I’ve written tens of thousands of words to you, that girl, so many letters, love notes, pleas for help. Each and every one has gone unanswered, but because I’m human and humans are irrational creatures, I keep sending them off, somehow hoping that this time I’ll get a response. I know you don’t reply because you can’t, but that doesn’t stop me. With every shout into the void, I become more frantic.
I don’t want to blame you for my woe. I’m the one who’s a mess: I can’t hold a minimum-wage job down for longer than six months, I “forget” to take my meds, sometimes I can’t remember what day of the goddamn week it is. And, um, dependency isn’t a part of healthy relationships, so it’s probably a good thing you’ve abandoned me, at least for your sake. I want to say that this is goodbye, but I know it probably isn’t the case, at least if statistics hold true.
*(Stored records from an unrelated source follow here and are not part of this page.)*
namespace TankChem.Service.Pipeline;

/// <summary>Something a person asked for, to be run on the writer's thread and answered once it is on disk.</summary>
internal sealed class WriterTask(Action<FarmEngine, DateTimeOffset> run, Action complete, Action<Exception> fail)
{
    /// <summary>Runs it; false when it failed (it is then answered).</summary>
    public bool TryRun(FarmEngine engine, DateTimeOffset now)
    {
        try
        {
            run(engine, now);
            return true;
        }
#pragma warning disable CA1031 // It is handed to the caller who asked; the writer goes on.
        catch (Exception e)
#pragma warning restore CA1031
        {
            fail(e);
            return false;
        }
    }

    /// <summary>It is on disk.</summary>
    public void Complete() => complete();

    /// <summary>It is not.</summary>
    public void Fail(Exception why) => fail(why);
}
So many times I’ve tried to say goodbye, claiming that this time, it’d be forever, but every time some part of you finds me again, no matter how many miles I’ve travelled or what new hiding place I’ve found. And every reunion hurts just as much as every abandonment, but I don’t resist, because at least it’s a different kind of pain. So I remain hopeful. You’ll be here sometime, and then the panic changes course, attempting to banish you. Please don’t pull out one of those abusive relationship checklists.
With each separation, you change. Or maybe it’s me that does; it doesn’t really matter. Instead of being excited about discovering the new you, I grieve the loss of the old one. The homecomings mark knowledge of something I’ll never get back, and nostalgia pains me almost viscerally; it’s not at all like a nice vacation from which one returns exhausted but refreshed. Nostalgia is far too pretty of a word. There is no sense of finality or of sharp breaking with what once was. There’s just a wistful dainty lady patting at her damp eyes with an embroidered handkerchief.
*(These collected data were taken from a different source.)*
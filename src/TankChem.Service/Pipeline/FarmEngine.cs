using TankChem.Alarms;
using TankChem.Monitoring.Alarming;
using TankChem.Monitoring.Monitors;
using TankChem.Monitoring.Places;
using TankChem.Monitoring.Ports;
using TankChem.Monitoring.Readings;

namespace TankChem.Service.Pipeline;

/// <summary>All monitors of all places and the way of a reading through them. One thread at a time; no clock and no waiting: time is an argument.</summary>
/// <remarks>The order is always <see cref="Take(Arrival)"/> …, <see cref="Advance"/>, <see cref="Seal"/>, commit, <see cref="Tell"/>.</remarks>
internal sealed class FarmEngine
{
    private readonly Dictionary<string, SiteDefinition> sites = new(StringComparer.Ordinal);
    private readonly Dictionary<PlaceKey, PlaceRuntime> places = [];
    private readonly Dictionary<PlaceKey, PlaceDefinition> configured = [];
    private readonly HashSet<PlaceRuntime> touched = [];
    private readonly HashSet<PlaceRuntime> toTell = [];
    private readonly List<AlarmView> alarmsToTell = [];
    private readonly SeriesClock seriesClock = new();
    private readonly OpenBatch batch = new();
    private readonly IRecovery recovery;
    private readonly Farm farm;
    private readonly IAnnouncer announcer;
    private readonly ILogger logger;

    public FarmEngine(IReadOnlyList<SiteDefinition> configuredSites, IRecovery recovery, Farm farm, IAnnouncer announcer, ILogger logger)
    {
        this.recovery = recovery;
        this.farm = farm;
        this.announcer = announcer;
        this.logger = logger;
        foreach (SiteDefinition site in configuredSites)
        {
            sites[site.Id] = site;
            foreach (PlaceDefinition place in site.Places)
                configured[place.Key] = place;
        }

        Restore();
    }

    /// <summary>The batch that the next commit takes.</summary>
    public OpenBatch Batch => batch;

    /// <summary>Readings taken since the start.</summary>
    public long ReadingsTaken { get; private set; }

    /// <summary>Readings taken since the start that are not of quality "pass".</summary>
    public long ReadingsFlagged { get; private set; }

    /// <summary>Takes a message's readings, or keeps the reason why there are none.</summary>
    public void Take(Arrival arrival)
    {
        if (arrival.Unreadable is { } unreadable)
            batch.Unreadable.Add(unreadable);
        IReadOnlyList<ParsedReading> parsed = arrival.Readings;
        for (int i = 0; i < parsed.Count; i++)
        {
            ParsedReading one = parsed[i];
            Take(one, arrival.ReceivedAt, arrival.Origin);
        }
    }

    /// <summary>Takes one number.</summary>
    public Reading Take(in ParsedReading parsed, DateTimeOffset receivedAt, ReadingOrigin origin)
    {
        PlaceRuntime place = FindOrAdd(parsed.Series.Place);
        DateTimeOffset time = seriesClock.Stamp(parsed, receivedAt);
        Reading reading = ReadingResolver.Resolve(parsed, receivedAt, origin, time, ConfirmedUnit(place.Definition, parsed.Series));
        batch.Readings.Add(reading);
        ReadingsTaken++;
        if (reading.Flag != QualityFlag.Pass)
            ReadingsFlagged++;
        Deliver(place, reading);
        return reading;
    }

    /// <summary>Puts a reading before every monitor that looks at it: its place's, its loop's tanks', its site's places'.</summary>
    public void Deliver(PlaceRuntime place, Reading reading)
    {
        AddPending(place, reading);
        if (place.Definition.Kind == PlaceKind.Tank)
            return;
        foreach (PlaceRuntime other in places.Values)
        {
            bool looks = place.Definition.Kind == PlaceKind.Site
                ? other != place && other.Definition.Key.Site == place.Definition.Key.Site
                : other.Definition.Loop == place.Definition.Key.Place && other.Definition.Key.Site == place.Definition.Key.Site;
            if (looks)
                AddPending(other, reading);
        }
    }

    /// <summary>Lets the monitors step: those with new readings, or all when time is to pass.</summary>
    public void Advance(DateTimeOffset now, bool all)
    {
        if (all)
        {
            foreach (PlaceRuntime place in places.Values)
                Step(place, now);
        }
        else
        {
            foreach (PlaceRuntime place in touched)
                Step(place, now);
        }

        touched.Clear();
    }

    /// <summary>Applies a command; the refusal, or null when it was taken.</summary>
    public string? Apply(AlarmCommand command, DateTimeOffset now)
    {
        if (!places.TryGetValue(command.Key.Place, out PlaceRuntime? place))
            return $"There is no place {command.Key.Place}.";
        MonitorOutcome outcome = place.Monitor.Apply(command, now);
        if (outcome.Refusal is not null)
            return outcome.Refusal;
        Keep(place, outcome);
        return null;
    }

    /// <summary>What the next commit takes.</summary>
    public JournalBatch Seal() => batch.Seal();

    /// <summary>After the commit: the live farm and the outside get to know.</summary>
    public void Tell(JournalBatch committed)
    {
        farm.CountUnreadable(committed.Unreadable.Count);
        foreach (PlaceRuntime place in toTell)
        {
            PlaceSnapshot snapshot = place.Monitor.Snapshot;
            farm.Put(snapshot);
            announcer.Announce(snapshot.Water);
        }

        foreach (AlarmView alarm in alarmsToTell)
            announcer.Announce(alarm);
        toTell.Clear();
        alarmsToTell.Clear();
    }

    /// <summary>A place by its key, or null.</summary>
    public PlaceRuntime? Find(PlaceKey key) => places.GetValueOrDefault(key);

    /// <summary>A site by its id, or null.</summary>
    public SiteDefinition? FindSite(string id) => sites.GetValueOrDefault(id);

    /// <summary>Every place of a site.</summary>
    public IEnumerable<PlaceRuntime> PlacesOf(string site) => places.Values.Where(p => p.Definition.Key.Site == site);

    /// <summary>Takes a changed set-up; it is kept on disk with the next commit.</summary>
    public void SetUp(PlaceDefinition definition)
    {
        batch.Places.Add(definition);
        PlaceRuntime? place = Find(definition.Key);
        bool sameSources = place is not null && place.Definition.Loop == definition.Loop && place.Definition.Kind == definition.Kind;
        SiteDefinition site = Include(definition);
        if (place is null)
        {
            AddRuntime(site, definition, recovery.LoadLatestReadings(), []);
        }
        else
        {
            place.Definition = definition;
            if (!sameSources)
                place.Monitor = NewMonitor(site, definition, recovery.LoadLatestReadings(), recovery.LoadAlarmStates());
        }

        // A loop's tanks look at its name, ions and probes, and a loop at its tanks' limits: the whole site learns of the change.
        foreach (PlaceRuntime other in places.Values)
        {
            if (other.Definition.Key.Site != site.Id)
                continue;
            other.Site = site;
            other.Monitor.Reconfigure(site, other.Definition);
            touched.Add(other);
            toTell.Add(other);
        }
    }

    /// <summary>The site with a place as it is set up now.</summary>
    private SiteDefinition Include(PlaceDefinition definition)
    {
        SiteDefinition site = FindOrAddSite(definition.Key.Site);
        if (definition.Kind == PlaceKind.Site || !definition.Assigned)
            return site;
        site = site with { Places = [.. site.Places.Where(p => p.Key != definition.Key), definition] };
        sites[site.Id] = site;
        return site;
    }

    private void Restore()
    {
        IReadOnlyList<Reading> remembered = recovery.LoadLatestReadings();
        IReadOnlyList<KeyValuePair<AlarmKey, AlarmState>> alarms = recovery.LoadAlarmStates();
        Dictionary<PlaceKey, PlaceDefinition> known = new(configured);
        foreach (PlaceDefinition stored in recovery.LoadPlaces())
            known[stored.Key] = configured.TryGetValue(stored.Key, out PlaceDefinition? fixedByFile) ? WithConfirmedUnits(fixedByFile, stored) : stored;
        foreach (Reading reading in remembered)
            known.TryAdd(reading.Series.Place, NotAssigned(reading.Series.Place));
        foreach (SiteDefinition site in sites.Values.ToArray())
            known.TryAdd(new PlaceKey(site.Id, PlaceKey.WholeSite), WholeSite(site));
        foreach (PlaceDefinition definition in known.Values)
            Include(definition);
        foreach (PlaceDefinition definition in known.Values)
            AddRuntime(FindOrAddSite(definition.Key.Site), definition, remembered, alarms);
    }

    private void AddRuntime(SiteDefinition site, PlaceDefinition definition, IReadOnlyList<Reading> remembered, IReadOnlyList<KeyValuePair<AlarmKey, AlarmState>> alarms)
    {
        var place = new PlaceRuntime(site, definition, NewMonitor(site, definition, remembered, alarms));
        places[definition.Key] = place;
        toTell.Add(place);
        touched.Add(place);
        farm.Put(place.Monitor.Snapshot);
    }

    private static TankMonitor NewMonitor(SiteDefinition site, PlaceDefinition definition, IReadOnlyList<Reading> remembered, IReadOnlyList<KeyValuePair<AlarmKey, AlarmState>> alarms) =>
        new(
            site,
            definition,
            remembered.Where(r => r.Series.Place == definition.Key || (r.Series.Place.Site == site.Id && (r.Series.Place.Place == definition.Loop || r.Series.Place.Place == PlaceKey.WholeSite))),
            alarms.Where(a => a.Key.Place == definition.Key));

    private PlaceRuntime FindOrAdd(PlaceKey key)
    {
        if (places.TryGetValue(key, out PlaceRuntime? known))
            return known;
        SiteDefinition site = FindOrAddSite(key.Site);
        PlaceDefinition definition = key.Place == PlaceKey.WholeSite ? WholeSite(site) : NotAssigned(key);
        batch.Places.Add(definition);
        IReadOnlyList<Reading> ofSite = places.TryGetValue(new PlaceKey(key.Site, PlaceKey.WholeSite), out PlaceRuntime? whole) ? whole.Monitor.Snapshot.Latest : [];
        AddRuntime(site, definition, ofSite, []);
        return places[key];
    }

    private SiteDefinition FindOrAddSite(string id)
    {
        if (sites.TryGetValue(id, out SiteDefinition? site))
            return site;
        site = new SiteDefinition { Id = id, Name = id };
        sites[id] = site;
        return site;
    }

    private void AddPending(PlaceRuntime place, Reading reading)
    {
        place.Pending.Add(reading);
        touched.Add(place);
    }

    private void Step(PlaceRuntime place, DateTimeOffset now)
    {
        try
        {
            Keep(place, place.Monitor.Advance(place.Pending, now));
            if (place.Fault is not null)
            {
                place.Fault = null;
                farm.SetTrouble($"place {place.Definition.Key}", null);
            }
        }
#pragma warning disable CA1031 // One tank's trouble never stops another's: whatever it is, it is shown, and the others go on.
        catch (Exception e)
#pragma warning restore CA1031
        {
            if (place.Fault != e.Message)
                logger.LogError(e, "The monitor of {Place} failed; its readings are kept, its water state is not current", place.Definition.Key);
            place.Fault = e.Message;
            farm.SetTrouble($"place {place.Definition.Key}", $"{place.Definition.Name}: its water state cannot be derived ({e.Message}). Its readings are kept.");
        }

        place.Pending.Clear();
    }

    private void Keep(PlaceRuntime place, MonitorOutcome outcome)
    {
        batch.Take(outcome);
        if (outcome.Changed)
            toTell.Add(place);
        alarmsToTell.AddRange(outcome.ChangedAlarms);
    }

    private static string? ConfirmedUnit(PlaceDefinition place, in SeriesKey series)
    {
        IReadOnlyList<ProbeDefinition> probes = place.Probes;
        for (int i = 0; i < probes.Count; i++)
        {
            if (probes[i].Quantity == series.Quantity && probes[i].Probe == series.Probe)
                return probes[i].Unit;
        }

        return null;
    }

    /// <summary>The file says how a place is set up; units that people confirmed in the dashboard stay where the file is silent.</summary>
    private static PlaceDefinition WithConfirmedUnits(PlaceDefinition fixedByFile, PlaceDefinition stored)
    {
        List<ProbeDefinition> probes = [.. fixedByFile.Probes];
        foreach (ProbeDefinition probe in stored.Probes)
        {
            int at = probes.FindIndex(p => p.Quantity == probe.Quantity && p.Probe == probe.Probe);
            if (at < 0)
                probes.Add(probe);
            else if (probes[at].Unit is null)
                probes[at] = probes[at] with { Unit = probe.Unit };
        }

        return fixedByFile with { Probes = probes };
    }

    private static PlaceDefinition NotAssigned(PlaceKey key) => new() { Key = key, Kind = PlaceKind.Tank, Name = key.Place, Assigned = false };

    private static PlaceDefinition WholeSite(SiteDefinition site) => new() { Key = new PlaceKey(site.Id, PlaceKey.WholeSite), Kind = PlaceKind.Site, Name = site.Name };
}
None of this is a particularly new revelation to me, but I still cannot shake the sense that you should be here. I don’t try to torture myself. And yet, here I am.

As much as I rearrange the jigsaw puzzle pieces of my life, they never quite all fit.  Maybe it’s because the puzzle’s too complicated for me right now, but I’ll figure it out later. Maybe I lost some of the fundamental pieces long ago, or maybe there was never a complete set to begin with. Maybe I didn’t really lose the pieces, I just misplaced them and I’ll find them when I clean out that one junk drawer. Maybe the puzzle was put out by a weird post-modern art group and the pieces aren’t supposed to go together in any meaningful way. Maybe this metaphor is really terrible. Lately, I’ve been finding the saying “life is short” to be odd, because no matter what happens, life will be the longest thing I’ll ever know.

And there is no moral to this story.